Don't worry. You are doing great!


----------



## Gemmenita

FlyingBird said:


> How would you translate sentences below,just literally please
> 
> -Girl named aylin *(kız adlı aylin)*
> -Girl with name aylin *(kız ile adı aylin)
> *
> are translations in bold correct?
> 
> şimdiden teşekkür ediyorum



And also other options:

-Girl named *A*ylin= Aylin denilen kız.
-Girl with name *A*ylin *= *Aylin adında bir kız.

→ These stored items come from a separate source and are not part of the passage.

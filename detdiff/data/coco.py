"""COCO annotations in one neutral, array-based form that everything downstream reads.

COCO boxes are ``[x, y, width, height]`` in pixels with a top-left origin (COCO data format,
cocodataset.org). Ids are arbitrary integers: nothing here assumes they start at 0 or 1 or are
contiguous. Images, categories and annotations are sorted by id so every run sees the same order;
a row's *index* (position in these arrays) is what the training log stores.

Example of one image's records after ingest::

    image_ids[i] = 1042, file_names[i] = "shelf/0001.jpg", widths[i] = 640, heights[i] = 480
    annotations of image i: ann_slice(i) -> rows j with ann_ids[j], labels[j] (category index),
    boxes[j] = [x, y, w, h] (float64, original pixels), iscrowd[j]
"""

from __future__ import annotations

import json
import math
from dataclasses import dataclass, field
from pathlib import Path
from typing import Any

import numpy as np

from detdiff.boxes import xywh_to_xyxy


class CocoFormatError(ValueError):
    """The file is not usable as COCO at all (not JSON, or not an object with COCO sections)."""


def read_coco_json(path: str | Path) -> dict[str, Any]:
    """Read a COCO annotation file; raise :class:`CocoFormatError` with one clear sentence if unusable."""
    path = Path(path)
    try:
        text = path.read_bytes()
    except OSError as exc:
        raise CocoFormatError(f"{path}: cannot read file: {exc.strerror or exc}") from exc
    try:
        data = json.loads(text)
    except (ValueError, RecursionError) as exc:
        raise CocoFormatError(f"{path}: not valid JSON ({exc})") from exc
    return check_coco_sections(data, path)


def check_coco_sections(data: Any, source: str | Path) -> dict[str, Any]:
    """Return ``data`` if it is an object whose images/annotations/categories are lists, else raise
    :class:`CocoFormatError` naming ``source``."""
    if not isinstance(data, dict):
        raise CocoFormatError(f"{source}: top level must be a JSON object with 'images', 'annotations' "
                              f"and 'categories', got {type(data).__name__}")
    missing = [k for k in ("images", "annotations", "categories") if k not in data]
    if missing:
        raise CocoFormatError(f"{source}: not a COCO detection file: missing top-level key(s) {missing}")
    not_lists = [f"{k!r} is {type(data[k]).__name__}" for k in ("images", "annotations", "categories")
                 if not isinstance(data[k], list)]
    if not_lists:
        raise CocoFormatError(f"{source}: COCO sections must be JSON lists, but {', '.join(not_lists)}")
    return data


@dataclass
class CocoDataset:
    """Images, categories and annotations as sorted numpy arrays (see module docstring)."""

    image_ids: np.ndarray                 # int64 [I]
    file_names: list[str]                 # [I]
    widths: np.ndarray                    # int64 [I]
    heights: np.ndarray                   # int64 [I]
    category_ids: np.ndarray              # int64 [C]
    category_names: list[str]             # [C]
    supercategories: list[str]            # [C]
    ann_ids: np.ndarray                   # int64 [A], sorted by (image index, ann id)
    ann_image_index: np.ndarray           # int64 [A], row in image arrays
    labels: np.ndarray                    # int64 [A], row in category arrays (0..C-1)
    boxes: np.ndarray                     # float64 [A, 4] xywh, original pixels
    areas: np.ndarray                     # float64 [A], the file's `area` (w*h where absent)
    iscrowd: np.ndarray                   # bool [A]
    ann_path: Path | None = None
    images_dir: Path | None = None
    image_offsets: np.ndarray = field(init=False)  # int64 [I+1]: annotations of image i are offsets[i]:offsets[i+1]

    def __post_init__(self) -> None:
        counts = np.bincount(self.ann_image_index, minlength=len(self.image_ids))
        self.image_offsets = np.concatenate([[0], np.cumsum(counts)]).astype(np.int64)

    @property
    def num_images(self) -> int:
        return len(self.image_ids)

    @property
    def num_annotations(self) -> int:
        return len(self.ann_ids)

    @property
    def num_classes(self) -> int:
        return len(self.category_ids)

    def ann_slice(self, image_index: int) -> slice:
        """Rows of the annotation arrays that belong to image ``image_index``."""
        return slice(int(self.image_offsets[image_index]), int(self.image_offsets[image_index + 1]))

    def image_path(self, image_index: int) -> Path:
        root = self.images_dir if self.images_dir is not None else Path(".")
        return root / self.file_names[image_index]

    def boxes_xyxy(self) -> np.ndarray:
        """All boxes as ``[x1, y1, x2, y2]`` float64 [A, 4]."""
        return xywh_to_xyxy(self.boxes)

    def subset_images(self, image_indices: np.ndarray) -> CocoDataset:
        """A dataset holding only the given images (rows), e.g. a shard for one process."""
        image_indices = np.sort(np.asarray(image_indices, dtype=np.int64))
        remap = np.full(self.num_images, -1, dtype=np.int64)
        remap[image_indices] = np.arange(len(image_indices))
        keep = remap[self.ann_image_index] >= 0
        return CocoDataset(
            image_ids=self.image_ids[image_indices], file_names=[self.file_names[i] for i in image_indices],
            widths=self.widths[image_indices], heights=self.heights[image_indices],
            category_ids=self.category_ids, category_names=self.category_names,
            supercategories=self.supercategories, ann_ids=self.ann_ids[keep],
            ann_image_index=remap[self.ann_image_index[keep]], labels=self.labels[keep],
            boxes=self.boxes[keep], areas=self.areas[keep], iscrowd=self.iscrowd[keep],
            ann_path=self.ann_path, images_dir=self.images_dir)

    def to_coco_dict(self) -> dict[str, Any]:
        """A clean COCO dict of what was ingested (for pycocotools' COCOeval: every field it needs)."""
        images = [{"id": int(i), "file_name": f, "width": int(w), "height": int(h)}
                  for i, f, w, h in zip(self.image_ids, self.file_names, self.widths, self.heights)]
        cats = [{"id": int(c), "name": n, "supercategory": s}
                for c, n, s in zip(self.category_ids, self.category_names, self.supercategories)]
        anns = [{"id": int(a), "image_id": int(self.image_ids[ii]), "category_id": int(self.category_ids[lb]),
                 "bbox": [float(v) for v in box], "area": float(ar), "iscrowd": int(cr)}
                for a, ii, lb, box, ar, cr in zip(self.ann_ids, self.ann_image_index, self.labels,
                                                  self.boxes, self.areas, self.iscrowd)]
        return {"images": images, "annotations": anns, "categories": cats}


MAX_IMAGE_SIDE = 2 ** 31 - 1   # declared width/height above this are refused (int32 limit of image libraries)


def _finite_number(value: Any) -> bool:
    if not isinstance(value, (int, float)) or isinstance(value, bool):
        return False
    try:
        return math.isfinite(value)
    except OverflowError:          # an int too large for a float
        return False


def _int_id(value: Any) -> bool:
    """An integer id (not a bool) that fits int64."""
    return isinstance(value, int) and not isinstance(value, bool) and -(2 ** 63) <= value < 2 ** 63


def build_dataset(data: dict[str, Any], *, ann_path: str | Path | None = None,
                  images_dir: str | Path | None = None, drop_image_ids: set[int] = frozenset(),
                  drop_ann_ids: set[int] = frozenset(), min_box_side: float = 0.0) -> CocoDataset:
    """Build a :class:`CocoDataset` from a COCO dict, keeping only records that are usable for training.

    Records that are malformed (lint reports them as errors) are skipped rather than trusted: images
    without a valid id/file_name/size, annotations of unknown images or categories, non-finite or
    non-positive boxes, and ids listed in ``drop_image_ids`` / ``drop_ann_ids``. Duplicate ids keep the
    first record. Nothing here raises on a bad record; :func:`detdiff.data.lint.lint_coco` names them.
    """
    images: dict[int, tuple[str, int, int]] = {}
    for rec in data.get("images") or []:
        if not isinstance(rec, dict):
            continue
        iid, name, w, h = rec.get("id"), rec.get("file_name"), rec.get("width"), rec.get("height")
        if (_int_id(iid) and isinstance(name, str) and name
                and _finite_number(w) and _finite_number(h) and 1 <= w <= MAX_IMAGE_SIDE and 1 <= h <= MAX_IMAGE_SIDE
                and iid not in images and iid not in drop_image_ids):
            images[iid] = (name, int(w), int(h))
    cats: dict[int, tuple[str, str]] = {}
    for rec in data.get("categories") or []:
        if isinstance(rec, dict) and _int_id(rec.get("id")):
            if rec["id"] not in cats:
                cats[rec["id"]] = (str(rec.get("name", rec["id"])), str(rec.get("supercategory", "")))
    image_ids = np.array(sorted(images), dtype=np.int64)
    category_ids = np.array(sorted(cats), dtype=np.int64)
    image_row = {int(i): r for r, i in enumerate(image_ids)}
    cat_row = {int(c): r for r, c in enumerate(category_ids)}

    rows: list[tuple[int, int, int, float, float, float, float, float, bool]] = []
    seen: set[int] = set()
    for rec in data.get("annotations") or []:
        if not isinstance(rec, dict):
            continue
        aid, iid, cid, bbox = rec.get("id"), rec.get("image_id"), rec.get("category_id"), rec.get("bbox")
        if not _int_id(aid) or aid in seen or aid in drop_ann_ids:
            continue
        if not (_int_id(iid) and iid in image_row and _int_id(cid) and cid in cat_row) \
                or not isinstance(bbox, list) or len(bbox) != 4:
            continue
        if not all(_finite_number(v) for v in bbox) or bbox[2] <= 0 or bbox[3] <= 0:
            continue
        if bbox[2] < min_box_side or bbox[3] < min_box_side:
            continue
        area = rec.get("area")
        area = float(area) if _finite_number(area) else float(bbox[2] * bbox[3])
        seen.add(aid)
        rows.append((image_row[iid], aid, cat_row[cid], *map(float, bbox), area, bool(rec.get("iscrowd", 0))))
    rows.sort(key=lambda r: (r[0], r[1]))
    index = np.array([r[:3] for r in rows], dtype=np.int64).reshape(-1, 3)     # ids stay exact above 2**53
    arr = np.array([r[3:8] for r in rows], dtype=np.float64).reshape(-1, 5)
    return CocoDataset(
        image_ids=image_ids, file_names=[images[int(i)][0] for i in image_ids],
        widths=np.array([images[int(i)][1] for i in image_ids], dtype=np.int64),
        heights=np.array([images[int(i)][2] for i in image_ids], dtype=np.int64),
        category_ids=category_ids, category_names=[cats[int(c)][0] for c in category_ids],
        supercategories=[cats[int(c)][1] for c in category_ids],
        ann_ids=index[:, 1].copy(), ann_image_index=index[:, 0].copy(),
        labels=index[:, 2].copy(), boxes=arr[:, :4].copy(), areas=arr[:, 4].copy(),
        iscrowd=np.array([r[8] for r in rows], dtype=bool),
        ann_path=Path(ann_path) if ann_path else None, images_dir=Path(images_dir) if images_dir else None)


class UnsafeImagePath(ValueError):
    """A ``file_name`` that would read outside the image root (``..``, absolute path, symlink out)."""


def resolve_image_path(images_dir: str | Path, file_name: str) -> Path:
    """Return the image file for ``file_name`` under ``images_dir``; refuse anything that leaves the root.

    Refused: absolute paths, any ``..`` component, and symlinks (at any level) that resolve outside
    the root. The file need not exist; callers report missing files themselves.
    """
    root = Path(images_dir).resolve()
    rel = Path(file_name)
    if rel.is_absolute() or file_name.startswith(("/", "\\")) or (len(file_name) > 1 and file_name[1] == ":"):
        raise UnsafeImagePath(f"absolute path {file_name!r} is not allowed; file_name must be relative to {root}")
    if ".." in rel.parts or ".." in file_name.replace("\\", "/").split("/"):
        raise UnsafeImagePath(f"{file_name!r} contains '..' and would leave the image root {root}")
    target = (root / rel).resolve()
    if target != root and root not in target.parents:
        raise UnsafeImagePath(f"{file_name!r} resolves to {target}, outside the image root {root} (symlink)")
    return root / rel


def save_dataset(dataset: CocoDataset, path: str | Path) -> None:
    """Store the ingested dataset in a run folder (arrays in ``.npz``, strings in JSON), atomically."""
    path = Path(path)
    arrays = {k: getattr(dataset, k) for k in ("image_ids", "widths", "heights", "category_ids", "ann_ids",
                                               "ann_image_index", "labels", "boxes", "areas", "iscrowd")}
    strings = {"file_names": dataset.file_names, "category_names": dataset.category_names,
               "supercategories": dataset.supercategories,
               "ann_path": str(dataset.ann_path) if dataset.ann_path else None,
               "images_dir": str(dataset.images_dir) if dataset.images_dir else None}
    tmp = path.with_name(path.name + ".tmp.npz")
    np.savez(tmp, strings=np.array(json.dumps(strings)), **arrays)
    tmp.replace(path)


def load_saved_dataset(path: str | Path) -> CocoDataset:
    """Read a dataset written by :func:`save_dataset`."""
    with np.load(path, allow_pickle=False) as z:
        strings = json.loads(str(z["strings"]))
        arrays = {k: z[k] for k in z.files if k != "strings"}
    return CocoDataset(**arrays, file_names=strings["file_names"], category_names=strings["category_names"],
                       supercategories=strings["supercategories"],
                       ann_path=Path(strings["ann_path"]) if strings["ann_path"] else None,
                       images_dir=Path(strings["images_dir"]) if strings["images_dir"] else None)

p.s._ denilmek = to be called, to be named_


----------



## elroy

Does anyone know why "Aylin" doesn't obey vowel harmony?
As far as I can tell, it's a native Turkish name, with "ay" being the Turkish word for "moon."  It seems that the meaning of the whole name is "moon halo," but I haven't found anything suggesting that "lin" means "halo" (one dictionary says it means "flax").  
So what's the deal with "lin" and why does it block vowel harmony?


----------



## Rallino

I don't know its etymology, but we have native words that don't obey the harmony: anne, elma, hangi, hani, dahi, kardeş, and a few more maybe.


----------



## Torontal

elroy said:


> Does anyone know why "Aylin" doesn't obey vowel harmony?
> As far as I can tell, it's a native Turkish name, with "ay" being the Turkish word for "moon."  It seems that the meaning of the whole name is "moon halo," but I haven't found anything suggesting that "lin" means "halo" (one dictionary says it means "flax").
> So what's the deal with "lin" and why does it block vowel harmony?



I suspect _lin_ is from Arabic لين _softness, tenderness,_ so it is a compound of a Turkish and an Arabic word (like _Aynur_, _moonlight_), that is why vowel harmony doesn't apply to it.


----------